Stored items
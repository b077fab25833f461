package identify

import (
	"math"
	"math/cmplx"
	"math/rand/v2"
	"testing"

	"gainwright/tune/model"
	"gainwright/tune/trace"
)

// relayTrace runs a relay with a late console around two lags and a dead time, by
// small explicit steps, and samples it as a board does.
func relayTrace(rng *rand.Rand, p Plant, r Relay, noise float64, seconds float64) *trace.Trace {
	const h, each = 1e-5, 200 // samples every 2 ms
	lag, late := int(math.Round(p.Dead/h)), int(math.Round(r.Delay/h))
	line := make([]float64, max(lag, 1))
	mid := (r.High + r.Low) / 2
	for i := range line {
		line[i] = mid
	}
	x1 := p.Gain * (mid - p.Offset)
	x2, theta, u, want := x1, 0.0, mid, r.High
	tr := &trace.Trace{Window: 0.004}
	var hist []float64
	pending := 0
	for i := 0; float64(i)*h < seconds; i++ {
		v := line[i%len(line)]
		line[i%len(line)] = u
		x1 += h / p.Tau * (p.Gain*(v-p.Offset) - x1)
		if p.Tau2 > 0 {
			x2 += h / p.Tau2 * (x1 - x2)
		} else {
			x2 = x1
		}
		theta += h * x2
		if i%each == 0 && i > 0 {
			hist = append(hist, theta)
			n := len(hist)
			if n > 2 {
				y := (hist[n-1]-hist[n-3])/0.004 + noise*rng.NormFloat64()
				tr.Time, tr.Voltage, tr.Speed = append(tr.Time, float64(i)*h), append(tr.Voltage, u), append(tr.Speed, y)
				switch {
				case want == r.High && y >= r.Upper:
					want, pending = r.Low, late
				case want == r.Low && y <= r.Lower:
					want, pending = r.High, late
				}
			}
			if pending <= 0 { // the level changes at a sample, as a drive value does
				u = want
			}
		}
		pending--
	}
	return tr
}

// Gain, poles and dead time of plants of one and two lags come out of two relay
// runs, and the exact equations forecast the cycles that were measured.
func TestRelayRunsGiveThePlant(t *testing.T) {
	rng := rand.New(rand.NewPCG(31, 1))
	for _, p := range []Plant{{Gain: 22, Tau: 0.08, Dead: 0.0032, Offset: 1}, {Gain: 60, Tau: 0.02, Dead: 0.006, Offset: 0.4}, {Gain: 22, Tau: 0.1, Tau2: 0.02, Dead: 0.004, Offset: 1}} {
		var runs []RelayRun
		for _, shift := range []float64{-0.4, 0.4} {
			bias := 6 + shift
			centre := p.Gain * (bias - p.Offset)
			r := Relay{High: bias + 1.2, Low: bias - 0.8, Upper: centre + 0.1*p.Gain, Lower: centre - 0.1*p.Gain, Delay: 0.01}
			run, err := FitRelay(relayTrace(rng, p, r, 0.004*p.Gain, 4), bias, 0.4, r.Upper, r.Lower)
			if err != nil {
				t.Fatal(err)
			}
			runs = append(runs, run)
		}
		f, err := FitRelays(runs[0], runs[1])
		if err != nil {
			t.Fatal(err)
		}
		t.Logf("%+v: %+v", p, f)
		order := 1
		if p.Tau2 > 0 {
			order = 2
		}
		if f.Order != order {
			t.Errorf("%+v: order %d", p, f.Order)
		}
		if math.Abs(f.Gain/p.Gain-1) > 0.02 || math.Abs(f.Tau/p.Tau-1) > 0.04 || math.Abs(f.Dead-p.Dead) > 0.0006 || math.Abs(f.Tau2-p.Tau2) > 0.1*p.Tau2 {
			t.Errorf("%+v: got %+v", p, f.FreqFit)
		}
		if math.Abs(f.Gain-p.Gain) > 4*f.GainSD || math.Abs(f.Tau-p.Tau) > 4*f.TauSD || math.Abs(f.Dead-p.Dead) > 4*f.DeadSD {
			t.Errorf("%+v: off by more than four standard deviations: %+v", p, f.FreqFit)
		}
		if math.Abs(f.Period-1) > 0.06 || math.Abs(f.Swing-1) > 0.08 { // the window rounds the peaks off
			t.Errorf("%+v: the equations forecast %.3f of the period and %.3f of the swing", p, f.Period, f.Swing)
		}
	}
}

// Points of a frequency response from periods of a square wave: against the
// transfer function itself.
func TestPeriodsAgainstTheTransferFunction(t *testing.T) {
	p := Plant{Gain: 22, Tau: 0.08, Dead: 0}
	r := Relay{High: 7, Low: 5}
	tr := &trace.Trace{Window: 0.002}
	const h = 0.002
	var starts, ends []float64
	for i := 0; i < 2000; i++ {
		at := float64(i) * h
		mean := 0.0
		for k := range 20 {
			mean += p.periodic(r, 0.2, 0.3, at-h+(float64(k)+0.5)*h/20) / 20
		}
		u := r.Low
		if x := math.Mod(at-h/2, 0.5); x >= 0 && x < 0.2 {
			u = r.High
		}
		tr.Time, tr.Voltage, tr.Speed = append(tr.Time, at), append(tr.Voltage, u), append(tr.Speed, mean)
	}
	for k := 1; k < 7; k++ {
		starts, ends = append(starts, 0.5*float64(k)), append(ends, 0.5*float64(k+1))
	}
	omega := []float64{4 * math.Pi, 8 * math.Pi, 12 * math.Pi, 24 * math.Pi}
	points := Periods(tr, starts, ends, omega)
	m := model.FirstOrder(p.Gain, p.Tau, 0)
	for _, q := range points {
		want := m.At(q.Omega)
		if cmplx.Abs(q.G-want) > 2e-3*cmplx.Abs(want) {
			t.Errorf("%.4g rad/s: %.5g, want %.5g", q.Omega, q.G, want)
		}
		if !(q.Coherence > 0.9999) {
			t.Errorf("%.4g rad/s: coherence %g without noise", q.Omega, q.Coherence)
		}
	}
	f, err := FitFrequency(points, 1)
	if err != nil || math.Abs(f.Gain/p.Gain-1) > 5e-3 || math.Abs(f.Tau/p.Tau-1) > 5e-3 || math.Abs(f.Dead) > 2e-4 {
		t.Errorf("%+v, %v", f, err)
	}
}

= WORK TO BE COMPLETED =
Write out the data a second time, exactly the same.

= RESULT =
repository b077fab25833f461
package identify

import (
	"math"
	"math/cmplx"
	"math/rand/v2"
	"testing"

	"gainwright/tune/model"
	"gainwright/tune/trace"
)

// relayTrace runs a relay with a late console around two lags and a dead time, by
// small explicit steps, and samples it as a board does.
func relayTrace(rng *rand.Rand, p Plant, r Relay, noise float64, seconds float64) *trace.Trace {
	const h, each = 1e-5, 200 // samples every 2 ms
	lag, late := int(math.Round(p.Dead/h)), int(math.Round(r.Delay/h))
	line := make([]float64, max(lag, 1))
	mid := (r.High + r.Low) / 2
	for i := range line {
		line[i] = mid
	}
	x1 := p.Gain * (mid - p.Offset)
	x2, theta, u, want := x1, 0.0, mid, r.High
	tr := &trace.Trace{Window: 0.004}
	var hist []float64
	pending := 0
	for i := 0; float64(i)*h < seconds; i++ {
		v := line[i%len(line)]
		line[i%len(line)] = u
		x1 += h / p.Tau * (p.Gain*(v-p.Offset) - x1)
		if p.Tau2 > 0 {
			x2 += h / p.Tau2 * (x1 - x2)
		} else {
			x2 = x1
		}
		theta += h * x2
		if i%each == 0 && i > 0 {
			hist = append(hist, theta)
			n := len(hist)
			if n > 2 {
				y := (hist[n-1]-hist[n-3])/0.004 + noise*rng.NormFloat64()
				tr.Time, tr.Voltage, tr.Speed = append(tr.Time, float64(i)*h), append(tr.Voltage, u), append(tr.Speed, y)
				switch {
				case want == r.High && y >= r.Upper:
					want, pending = r.Low, late
				case want == r.Low && y <= r.Lower:
					want, pending = r.High, late
				}
			}
			if pending <= 0 { // the level changes at a sample, as a drive value does
				u = want
			}
		}
		pending--
	}
	return tr
}

// Gain, poles and dead time of plants of one and two lags come out of two relay
// runs, and the exact equations forecast the cycles that were measured.
func TestRelayRunsGiveThePlant(t *testing.T) {
	rng := rand.New(rand.NewPCG(31, 1))
	for _, p := range []Plant{{Gain: 22, Tau: 0.08, Dead: 0.0032, Offset: 1}, {Gain: 60, Tau: 0.02, Dead: 0.006, Offset: 0.4}, {Gain: 22, Tau: 0.1, Tau2: 0.02, Dead: 0.004, Offset: 1}} {
		var runs []RelayRun
		for _, shift := range []float64{-0.4, 0.4} {
			bias := 6 + shift
			centre := p.Gain * (bias - p.Offset)
			r := Relay{High: bias + 1.2, Low: bias - 0.8, Upper: centre + 0.1*p.Gain, Lower: centre - 0.1*p.Gain, Delay: 0.01}
			run, err := FitRelay(relayTrace(rng, p, r, 0.004*p.Gain, 4), bias, 0.4, r.Upper, r.Lower)
			if err != nil {
				t.Fatal(err)
			}
			runs = append(runs, run)
		}
		f, err := FitRelays(runs[0], runs[1])
		if err != nil {
			t.Fatal(err)
		}
		t.Logf("%+v: %+v", p, f)
		order := 1
		if p.Tau2 > 0 {
			order = 2
		}
		if f.Order != order {
			t.Errorf("%+v: order %d", p, f.Order)
		}
		if math.Abs(f.Gain/p.Gain-1) > 0.02 || math.Abs(f.Tau/p.Tau-1) > 0.04 || math.Abs(f.Dead-p.Dead) > 0.0006 || math.Abs(f.Tau2-p.Tau2) > 0.1*p.Tau2 {
			t.Errorf("%+v: got %+v", p, f.FreqFit)
		}
		if math.Abs(f.Gain-p.Gain) > 4*f.GainSD || math.Abs(f.Tau-p.Tau) > 4*f.TauSD || math.Abs(f.Dead-p.Dead) > 4*f.DeadSD {
			t.Errorf("%+v: off by more than four standard deviations: %+v", p, f.FreqFit)
		}
		if math.Abs(f.Period-1) > 0.06 || math.Abs(f.Swing-1) > 0.08 { // the window rounds the peaks off
			t.Errorf("%+v: the equations forecast %.3f of the period and %.3f of the swing", p, f.Period, f.Swing)
		}
	}
}

// Points of a frequency response from periods of a square wave: against the
// transfer function itself.
func TestPeriodsAgainstTheTransferFunction(t *testing.T) {
	p := Plant{Gain: 22, Tau: 0.08, Dead: 0}
	r := Relay{High: 7, Low: 5}
	tr := &trace.Trace{Window: 0.002}
	const h = 0.002
	var starts, ends []float64
	for i := 0; i < 2000; i++ {
		at := float64(i) * h
		mean := 0.0
		for k := range 20 {
			mean += p.periodic(r, 0.2, 0.3, at-h+(float64(k)+0.5)*h/20) / 20
		}
		u := r.Low
		if x := math.Mod(at-h/2, 0.5); x >= 0 && x < 0.2 {
			u = r.High
		}
		tr.Time, tr.Voltage, tr.Speed = append(tr.Time, at), append(tr.Voltage, u), append(tr.Speed, mean)
	}
	for k := 1; k < 7; k++ {
		starts, ends = append(starts, 0.5*float64(k)), append(ends, 0.5*float64(k+1))
	}
	omega := []float64{4 * math.Pi, 8 * math.Pi, 12 * math.Pi, 24 * math.Pi}
	points := Periods(tr, starts, ends, omega)
	m := model.FirstOrder(p.Gain, p.Tau, 0)
	for _, q := range points {
		want := m.At(q.Omega)
		if cmplx.Abs(q.G-want) > 2e-3*cmplx.Abs(want) {
			t.Errorf("%.4g rad/s: %.5g, want %.5g", q.Omega, q.G, want)
		}
		if !(q.Coherence > 0.9999) {
			t.Errorf("%.4g rad/s: coherence %g without noise", q.Omega, q.Coherence)
		}
	}
	f, err := FitFrequency(points, 1)
	if err != nil || math.Abs(f.Gain/p.Gain-1) > 5e-3 || math.Abs(f.Tau/p.Tau-1) > 5e-3 || math.Abs(f.Dead) > 2e-4 {
		t.Errorf("%+v, %v", f, err)
	}
}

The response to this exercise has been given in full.